Hunks of rusty metal originally intended to ring, spin or spring have gears cleaned and oiled. Paint comes Paint goes on in the original shade, polished steel and glass gleam.

Rick’s Antique Safari is a feelgood episode of “The Twilight Zone.”

You see it the moment you enter — off camera a voice should say: “Welcome to the place where you’re invited to peer through that bottleneck of time you really remember to the expanse of time that’s a combination of emery, dreams and imagination.”

In the background, some 40s-era siren sings to the accompaniment of a big band.

Rick got his start in the antique business in the usual way, sufficing, studying yoga, cruising the Ventura highway.

At 18, he married 17-year-old Sandy, a girl he met on the beach.

“We both grew up on concrete, but being in California, that meant there were places to escape — the mountains, the beach, the forests and parks. We both wanted to leave Orange County, we just didn’t know it until we came to East Texas.

He worked some on a ranch, building fence.

“We loved it,” Rick said. “We lived in a little trailer with nobody around but us — every day, I rode a horse out on the fence lines.”

He was a Lone Star Steeler for a while, bought a nice house on a broad street in Daingerfield. They built a little restaurant in Hughes Springs, sold it and then Rick opened his first “antique” shop,” a combination fix-it shop and art brokerage starving — as starving artist brokerage firm.

He’d developed an import-export business, if you will, fixing up mechanical antiques he found around here, taking the stuff to California and selling it. He brought back paintings and sculptures and such, making his Hughes Springs shop the sort of esoteric collage of art, antiques and furniture that caught the eye of John Holman.

John Holman’s a Camp County lad who took rich at the furniture business in Dallas, then retired near his hometown.

He opened the Pittsburg Antiques Center, a co-op venture of antique dealers and recruited Rick Wall to come to Pittsburg.

Rick next had a shop in the D.H. Abernathy building, next to Mayben’s Menswear, across the street from the city’s museum office in the heart of the one of the richest historic business districts in the state.

“Opening shop in Pittsburg has turned into a mile marker,” Rick said. “It’s like having a bit part in a Mayberry story.

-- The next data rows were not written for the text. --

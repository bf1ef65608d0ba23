import type { BatchAgreement } from "@tagloom/contracts";
import { queryOptions, useQuery } from "@tanstack/react-query";
import { api } from "@/lib/api-client";

export const getBatchAgreement = (orgId: string, corpusId: string, batchId: string) =>
  api.get<BatchAgreement>(`/orgs/${orgId}/corpora/${corpusId}/batches/${batchId}/agreement`);

export const batchAgreementQueryOptions = (orgId: string, corpusId: string, batchId: string) =>
  queryOptions({ queryKey: ["orgs", orgId, "batches", batchId, "agreement"], queryFn: () => getBatchAgreement(orgId, corpusId, batchId), staleTime: 5_000 });

export function useBatchAgreement(orgId: string, corpusId: string, batchId: string) {
  return useQuery(batchAgreementQueryOptions(orgId, corpusId, batchId));
}
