import { startMailCatcher } from "./mail-catcher";

// Starts every local stand-in for a hosted service (used by `npm start`).
function port(name: string, fallback: number): number {
  const v = process.env[name];
  const n = v ? Number(v) : fallback;
  if (!Number.isInteger(n) || n < 1 || n > 65535) {
    console.error(`${name} must be a port number, got ${v}`);
    process.exit(1);
  }
  return n;
}

const smtpPort = port("SMTP_PORT", 2525);
const mailHttpPort = port("MAIL_CATCHER_PORT", 2580);
try {
  const mail = await startMailCatcher({ smtpPort, httpPort: mailHttpPort });
  console.log(`mail catcher: SMTP 127.0.0.1:${mail.smtpPort}, messages at ${mail.httpUrl}/messages`);
  const stop = () => void mail.stop().then(() => process.exit(0));
  process.on("SIGTERM", stop);
  process.on("SIGINT", stop);
} catch (err) {
  const e = err as NodeJS.ErrnoException;
  if (e.code === "EADDRINUSE") {
    console.error(`a fake's port is taken (SMTP ${smtpPort}, catcher HTTP ${mailHttpPort}); choose others with SMTP_PORT and MAIL_CATCHER_PORT`);
  } else {
    console.error(e);
  }
  process.exit(1);
}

It’s a classic Main Street Texas Main Street story.

“The downtown has a unique business mix — there not every East Texas town has antique shops mixed in with the video stores. There’s still a real soda fountain where they make malts in Taylor Drug. For people like me – from the city – Pittsburg’s a good place to stop and breathe deep. And as for business — every spring, every time there’s any kind of community festival, a few more people discover this town, a few more customers filter in my store.”

He still trades in California -plush for foyers in Vegas casinos sport some of his restored jukeboxes, gadgets for gamblers with pricey tags.

Winter’s the off season for his business, a period that he spends more time at his work bench restoring things for his shop, fixing broken legs on dining room and bedroom suites for his Pittsburg customers.

On a winter afternoon, I dropped in for a visit to check out what old stuff might be new. Rick, ever the scavenger, was in the back, sawing, nailing and sweating over a stack of cast-away lumber. Some had become wainscoting for the staircase leading to a second floor.

The upstairs was taking a new look, the wainscoting progressing around the walls – sun streamed through the windows, poured like honey across the old wooden floor. Downstairs, a small foyer between the store and his hallway workshop had been carpeted. Walls that had been bare studs my last visit gleamed with new wood – a life-sized 60s-era billboard covered the back wall.

“What’s the plan?” I asked.

“Just more room.”

“Well, this right here,” I said, standing in the foyer, “looks like my office — I just need an old typewriter on a cracker barrel. That upstairs is a studio. A photo gallery. A Pittsburg photo gallery.”

The East Texas Journal’s Pittsburg office and photo gallery opens March 7 in the back of Rick’s Antique Safari.